Decarbonisation is key to addressing the serious risks posed by climate change and designing a low carbon future. As our clients focus on solutions for emissions abatement, alternative energy sources will be crucial in the drive to deliver a more sustainable future energy mix.

Hydrogen, when used as a fuel, emits zero CO2 and can be utilised for low-carbon energy storage which is leading to new value chains for transporting and consuming hydrogen in various forms like ammonia, methanol, and methane.

However, one significant challenge lies in the production of hydrogen itself. The most common method, steam reforming, produces substantial amounts of carbon dioxide as a by-product. To address this, Wood experts are exploring the potential of blue hydrogen, which combines hydrogen production with carbon capture systems to mitigate CO2 emissions.

Our team identified four innovative approaches to decarbonising existing hydrogen production units based on steam reforming, which could drastically reduce carbon emissions, capital expenditure, operational costs and project implementation time compared to the conventional approach of capturing carbon post-combustion.

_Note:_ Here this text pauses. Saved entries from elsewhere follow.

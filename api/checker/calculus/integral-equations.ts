import type { Expr } from '../../../shared/maths/expression.ts';
import { lettersOf } from '../../../shared/maths/letters.ts';
import { printExpr } from '../../../shared/maths/print.ts';
import type { Note } from '../../../shared/schemas/verdict.ts';
import { compareExpressions } from '../compare/compare-expressions.ts';
import type { CheckContext } from '../context.ts';
import { judgeFormula } from '../rules/formula.ts';
import { judgeSameEquation } from '../rules/same-equation.ts';
import type { StatementQuestion } from '../rules/statement-step.ts';
import { fails, holds, undecided, type StepResult } from '../rules/step-result.ts';
import { exprsOfStatement, type CompareStatement, type Statement } from '../statements/statement.ts';
import { divExprs, isZeroExpr, mulExprs, negateExpr, subExprs } from './build.ts';
import { tryOnCurve } from './curve.ts';
import { differentiate } from './differentiate.ts';
import { rateName, rateNamed } from './rates.ts';
import { judgeFamilies, type Axes } from './families.ts';
import { carriedOut } from './reduce.ts';
import { judgeSolutionCurve } from './solution-curves.ts';
import { indefiniteVariables } from './scope.ts';

/** Equations with indefinite integrals or a constant of integration on the way; null for all others. */
export function judgeIntegralEquations({
  above,
  below,
  settings,
  context,
  families,
}: StatementQuestion & { readonly families?: ReadonlySet<string> }): StepResult | null {
  if (!context.calculus?.hasIntegral) return null;
  if (!isEquation(above) || !isEquation(below)) return isEquation(above) ? judgeChoices(above, below, context) : null;
  const constants = [above, below].map((statement) =>
    lettersIn(statement).filter((name) => context.calculus?.constants.has(name)),
  );
  const integrals = [above, below].map((statement) => exprsOfStatement(statement).flatMap(indefiniteVariables));
  const rates = [above, below].map((statement) => lettersIn(statement).filter((name) => rateNamed(name) !== null));
  const isFreeBelow = constants[1]?.length !== 0 || integrals[1]?.length !== 0;
  const orders = rates.map((names) => Math.max(0, ...names.map((name) => rateNamed(name)?.order ?? 0))) as [
    number,
    number,
  ];
  if (orders[0] > orders[1]) return solved(above, below, isFreeBelow, { settings, context, families });
  if ((rates[0]?.length ?? 0) + (rates[1]?.length ?? 0) > 0) return null;
  if (constants.flat().length + integrals.flat().length === 0) return null;
  const isFreeAbove = constants[0]?.length !== 0 || integrals[0]?.length !== 0;
  const notes: Note[] = isFreeAbove && !isFreeBelow ? ['constant'] : [];
  if (notes.length > 0 && context.calculus.constantNeeded) return noConstant(below);
  const areFamilies = constants.every((names) => names.length === 1) && integrals.flat().length === 0;
  const axes = areFamilies ? axesOf(above, below, context) : null;
  const found = axes && judgeFamilies(above, below, axes, context);
  if (found && found.ruling !== 'undecided') return found;
  return sameCurves(above, below, notes, integrals.flat().length > 0, context);
}

function isEquation(statement: Statement): statement is CompareStatement {
  return statement.kind === 'compare' && statement.sign === '=';
}

/** y = the one or the other curve. */
function judgeChoices(above: CompareStatement, below: Statement, context: CheckContext): StepResult | null {
  if (below.kind !== 'any' || !below.parts.every(isEquation)) return null;
  const axes = axesOf(above, below, context);
  const found = axes && judgeFamilies(above, below, axes, context);
  return found?.ruling === 'undecided' ? null : found;
}

/** The two letters that vary: those of dy/dx, or those that the derivation integrates by. */
function axesOf(above: Statement, below: Statement, { calculus }: CheckContext): Axes | null {
  const letters = new Set([...lettersIn(above), ...lettersIn(below)]);
  const pairs = [...(calculus?.dependents ?? [])].filter(([y, x]) => letters.has(y) && letters.has(x));
  if (pairs.length === 1 && pairs[0]) return { y: pairs[0][0], x: pairs[0][1] };
  const [a, b, ...more] = [...(calculus?.variables ?? [])].filter((name) => letters.has(name));
  if (pairs.length > 0 || a === undefined || b === undefined || more.length > 0) return null;
  return b === 'x' || b === 't' ? { x: b, y: a } : { x: a, y: b };
}

function lettersIn(statement: Statement): string[] {
  return [...new Set(exprsOfStatement(statement).flatMap((expr) => lettersOf(expr)))];
}

function noConstant(below: CompareStatement): StepResult {
  return fails('proved', { meant: `${printExpr(below.left)}=${printExpr(below.right)}+C` }, ['constant']);
}

type Rest = Pick<StatementQuestion, 'settings' | 'context'> & { readonly families?: ReadonlySet<string> | undefined };

/** A relation between x and y as the solution of an equation for dy/dx: its derivative gives that equation. */
function solved(
  above: CompareStatement,
  below: CompareStatement,
  isFree: boolean,
  { settings, context }: Rest,
): StepResult {
  const names = lettersIn(above).filter((name) => rateNamed(name) !== null);
  const rate = names.length === 1 ? rateNamed(names[0] as string) : null;
  const lower = rate && rate.order > 1 ? rateName({ ...rate, order: rate.order - 1 }) : rate?.of;
  const direct = judgeSolutionCurve(above, below, context);
  if (direct?.ruling === 'holds' || (direct?.ruling === 'fails' && isFree)) return direct;
  const open = exprsOfStatement(below).flatMap(indefiniteVariables);
  if (!rate || lower === undefined || !(lettersIn(below).includes(lower) || open.includes(lower)))
    return direct ?? undecided('not-covered');
  if (!isFree && context.calculus?.constantNeeded) return noConstant(below);
  const sides = [below.left, below.right].map((side) => differentiate(carriedOut(side, context), rate.by, context)) as [
    Expr,
    Expr,
  ];
  const derived: CompareStatement = { kind: 'compare', left: sides[0], sign: '=', right: sides[1] };
  const notes: Note[] = isFree ? [] : ['constant'];
  const same = judgeSameEquation(above, derived, context);
  if (same) return holds(same.reached ?? 'proved', notes);
  const formula = judgeFormula({
    above,
    below: derived,
    letter: names[0] as string,
    reference: above,
    families: new Set(),
    settings,
    context,
  });
  if (formula.ruling === 'holds') return holds(formula.reached ?? 'sampled', notes);
  const found = tryOnCurve([below], [derived], above, context);
  if (found.kind === 'apart')
    return fails('proved', { witness: { at: { ...found.at }, above: 'false', below: 'true' } });
  return found.kind === 'agreed' ? holds('sampled', notes) : undecided('not-settled');
}

/**
 * The curves left - right = constant are the same when the gradients are parallel everywhere. A fault shows at a point
 * where the slopes of the curves through it differ.
 */
function sameCurves(
  above: CompareStatement,
  below: CompareStatement,
  notes: readonly Note[],
  hasIntegral: boolean,
  context: CheckContext,
): StepResult | null {
  const moving = lettersIn(above)
    .concat(lettersIn(below))
    .filter((name) => !context.calculus?.constants.has(name));
  const variables = [...new Set(moving)].filter(
    (name) => context.calculus?.variables.has(name) || context.calculus?.dependents.has(name) || isBy(name, context),
  );
  if (variables.length === 1)
    variables.push(...[...new Set(moving)].filter((name) => !variables.includes(name)).slice(0, 1));
  const [x, y] = variables;
  if (x === undefined) return undecided('not-covered');
  const [f, g] = [above, below].map(({ left, right }) =>
    subExprs(carriedOut(left, context), carriedOut(right, context)),
  ) as [Expr, Expr];
  const along = (expr: Expr, name: string): Expr => differentiate(expr, name, context, true);
  if (y === undefined || variables.length > 2) return hasIntegral ? exactly(f, g, variables, notes, context) : null;
  const [fx, fy, gx, gy] = [along(f, x), along(f, y), along(g, x), along(g, y)];
  // A line without x and y, such as what C is, says nothing of the curves.
  if (
    [
      [fx, fy],
      [gx, gy],
    ].some((pair) => pair.every((slope) => isZeroExpr(slope as Expr)))
  )
    return undecided('not-settled');
  const slopes = [fx, fy, gx, gy].flatMap((expr) => lettersOf(expr));
  if (slopes.some((name) => context.calculus?.constants.has(name)))
    return hasIntegral ? undecided('not-settled') : null;
  const found = compareExpressions(negateExpr(divExprs(fx, fy)), negateExpr(divExprs(gx, gy)), context);
  if (found.kind === 'equal') return holds(found.reached, notes);
  if (found.kind !== 'different') {
    const crossed = compareExpressions(mulExprs(fx, gy), mulExprs(fy, gx), context);
    return crossed.kind === 'equal' ? holds(crossed.reached, notes) : undecided('not-settled');
  }
  const { atTex, above: slopeAbove, below: slopeBelow } = found.witness;
  return fails('proved', { witness: { at: { ...atTex }, above: slopeAbove, below: slopeBelow } });
}

function isBy(name: string, context: CheckContext): boolean {
  return [...(context.calculus?.dependents.values() ?? [])].includes(name);
}

/** One variable only: left - right changes by a constant. */
function exactly(
  f: Expr,
  g: Expr,
  variables: readonly string[],
  notes: readonly Note[],
  context: CheckContext,
): StepResult {
  let reached: 'proved' | 'sampled' = 'proved';
  for (const name of variables) {
    const found = compareExpressions(
      differentiate(f, name, context, true),
      differentiate(g, name, context, true),
      context,
    );
    if (found.kind !== 'equal') return undecided('not-settled');
    if (found.reached === 'sampled') reached = 'sampled';
  }
  return holds(reached, notes);
}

The four options we identified are:

  1. BlueSMR+: Introducing pre-combustion carbon capture, a gas heated reformer, and a pre-reformer to significantly enhance unit performance. Hydrogen-rich gas firing will also displace the CO2 emissions from the combustion side of the process.
  2. BlueSMR+: Similar to option 1, but with an improved catalyst tube geometry in the reforming furnace, potentially leading to reduced operating costs.
  3. BlueSMRp: Utilising Wood’s proprietary BlueSMRp technology, this option involves installing a separate, parallel hydrogen production unit with pre-combustion carbon capture to provide low-carbon fuel for the existing unit.
  4. BlueSMRe: Integrating renewable electric power to decrease fuel consumption and CO2 production.

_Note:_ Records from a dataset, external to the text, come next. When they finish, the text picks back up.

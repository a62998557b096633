import type { Expr, Line } from '../../../shared/maths/expression.ts';
import { lettersOf } from '../../../shared/maths/letters.ts';
import { childrenOf } from '../../../shared/maths/walk.ts';
import { relationLine } from '../values/truth.ts';

/** A sum with letters as bounds is meant to have a term: its upper bound is not below the lower one. */
export function boundsOfSeries(expr: Expr, bound: ReadonlySet<string> = new Set()): Line[] {
  const inner = expr.kind === 'series' ? new Set(bound).add(expr.index) : bound;
  const inside = childrenOf(expr).flatMap((part) => boundsOfSeries(part, inner));
  if (expr.kind !== 'series') return inside;
  const letters = [...lettersOf(expr.from), ...lettersOf(expr.to)];
  if (letters.length === 0 || letters.some((name) => bound.has(name))) return inside;
  if (expr.to.kind === 'constant') return inside;
  return [relationLine(expr.to, '>=', expr.from), ...inside];
}
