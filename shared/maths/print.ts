import type { Expr, Line } from './expression.ts';
export function printExpr(expr: Expr): string {
  return expr.kind;
}
export function printLine(line: Line, _decimal?: string): string {
  return line.kind;
}
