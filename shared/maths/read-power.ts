import type { Expr } from './expression.ts';
import { namesIn } from './names-in.ts';
import { readExponent } from './read-arguments.ts';
import { readItems } from './read-atoms.ts';
import { readPrimes } from './read-letters.ts';
import { numberOf, outer, type Reader } from './reader.ts';

/** An atom with what is raised or set behind it: powers, factorials, degrees, primes. */
export function readPower(reader: Reader): Expr {
  const { token } = reader;
  const { start } = token;
  const atom = reader.grammar.atoms[token.kind];
  if (!atom || (token.kind === '|' && token.side === 'right')) return missingOperand(reader);
  let base = atom(reader);
  for (let powers = 0; reader.is("^!°'²");) {
    const { kind } = reader.token;
    if (kind === '^' && reader.context.side === 'limit' && readSide(reader)) break;
    if (kind === '!' && asksUnequal(reader)) break;
    if (token.kind === '{' && isOpen(base)) reader.fail('missing-bracket (', outer(base));
    if (kind === '^' || kind === '²') {
      if (powers++ > 0) reader.fail('missing-bracket (');
      base = readRaised(reader, base, start);
    } else if (kind === '!') base = readFactorial(reader, base, start);
    else if (reader.take('°')) base = { kind: 'call', name: 'degrees', args: [base], span: reader.span(start) };
    else base = readPrimed(reader, base, start);
  }
  return base;
}

/** `x!=3` is displayed as a factorial and typed by some for "not equal": the author is asked. */
function asksUnequal(reader: Reader): boolean {
  return reader.ahead(/!=/y) !== '' && reader.peek(1).start === reader.token.end && reader.choose('unequal');
}

export function missingOperand(reader: Reader): never {
  return reader.fail(reader.is('T') ? 'text' : 'missing-operand number letter (');
}

/** A braced group can be open on its right and still have something behind it. */
function isOpen({ kind, bracketed }: Expr): boolean {
  return !bracketed && !/^(?:number|letter|constant|root|matrix|binomial|quotient|apply)$/.test(kind);
}

function readRaised(reader: Reader, base: Expr, start: number): Expr {
  const mark = reader.ahead(/\^(?:\{[°⊤]\}|[°⊤])/y);
  if (mark) {
    reader.skip(mark.length);
    const name = mark.includes('⊤') ? 'transpose' : 'degrees';
    return { kind: 'call', name, args: [base], span: reader.span(start) };
  }
  if (reader.ahead(/\^(?:'|\{'+\})/y)) return readPrimed(reader, base, start);
  const isTyped = reader.is('²');
  if (reader.ahead(/\^\(/y)) reader.flags.add('power-digits');
  const exponent = readPowerSign(reader);
  if (isTyped) return { kind: 'power', base, exponent, span: reader.span(start) };
  if (base.kind === 'letter' && reader.functions.includes(base.name) && reader.is('(')) {
    return readFunctionPower(reader, base.name, exponent, start);
  }
  return callWithPower(reader, base, exponent, start) ?? { kind: 'power', base, exponent, span: reader.span(start) };
}

/** What stands raised: `^2`, `^{n+1}` or digits such as `²`. */
export function readPowerSign(reader: Reader): Expr {
  const { kind, text, start } = reader.next();
  if (kind === '²') return numberOf(reader.span(start), BigInt(text));
  return readExponent(reader);
}

/** `\sin(x)^2` is the square of the sine; the other way to read it is asked about. */
function callWithPower(reader: Reader, base: Expr, exponent: Expr, start: number): Expr | null {
  if (base.kind !== 'call' && base.kind !== 'log') return null;
  const argument = base.kind === 'log' ? base.argument : base.args[0]!;
  if (base.bracketed || argument.bracketed?.end !== base.span.end) return null;
  reader.flags.add('function-argument');
  if (!reader.choose('argument-power')) return null;
  const power: Expr = { kind: 'power', base: argument, exponent, span: reader.span(outer(argument).start) };
  const span = reader.span(start);
  return base.kind === 'log' ? { ...base, argument: power, span } : { ...base, args: [power], span };
}

/** `f^2(x)`, and `f^{-1}(x)` for the inverse, where f was introduced as a function. */
function readFunctionPower(reader: Reader, name: string, exponent: Expr, start: number): Expr {
  reader.next();
  const args = readItems(reader, ')');
  const span = reader.span(start);
  if (isMinusOne(exponent)) return { kind: 'apply', name: `${name}^{-1}`, primes: 0, args, span };
  return { kind: 'power', base: { kind: 'apply', name, primes: 0, args, span }, exponent, span };
}

export function isMinusOne(expr: Expr): boolean {
  const [term, more] = expr.kind === 'sum' ? expr.terms : [];
  const value = term?.expr;
  if (more || term?.sign !== 'minus' || value?.kind !== 'number') return false;
  return value.written === 'integer' && value.numerator === 1n;
}

/** `0^+` in a limit: notes the side and takes it. */
function readSide(reader: Reader): boolean {
  const mark = reader.ahead(/\^(?:\{[+-]\}|[+-](?=\}))/y);
  if (mark) reader.context.side = mark.includes('+') ? 'right' : 'left';
  reader.skip(mark.length);
  return mark !== '';
}

/** `x^2!` is the factorial of the power; the other way to read it is asked about. */
function readFactorial(reader: Reader, base: Expr, start: number): Expr {
  const mark = reader.next();
  if (reader.is('!')) reader.fail('extra-bracket (', { start: mark.start, end: reader.token.end });
  const isPower = base.kind === 'power' && !base.bracketed && reader.choose('factorial');
  if (!isPower) return { kind: 'factorial', operand: base, span: reader.span(start) };
  const span = reader.span(outer(base.exponent).start);
  return { ...base, exponent: { kind: 'factorial', operand: base.exponent, span }, span: reader.span(start) };
}

/** `(x^2+1)'`: the derivative by the only letter in it. */
function readPrimed(reader: Reader, base: Expr, start: number): Expr {
  const order = readPrimes(reader);
  const letters = namesIn(base);
  const [only] = letters;
  const variable = letters.has('x') ? 'x' : only;
  if (!variable || (letters.size > 1 && variable !== 'x')) {
    return reader.fail('bad-derivative \\frac{d}{dx}', outer(base));
  }
  return { kind: 'derivative', variable, order, partial: false, operand: base, span: reader.span(start) };
}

The conclusion is clear, all four solutions offer substantial reductions in CO2 emissions, paving the way for a more sustainable hydrogen production process, and through deploying innovative decarbonisation techniques ahead of combustion, existing hydrogen production facilities can play a crucial role in the drive towards a sustainable future. This will be crucial for many industrial sectors like refineries and steel production where other low-carbon alternatives are less feasible.

A more detailed article is currently featured in Decarbonisation Technology. You can read the full article and analysis here: Opportunities for decarbonising existing hydrogen production (decarbonisationtechnology.com)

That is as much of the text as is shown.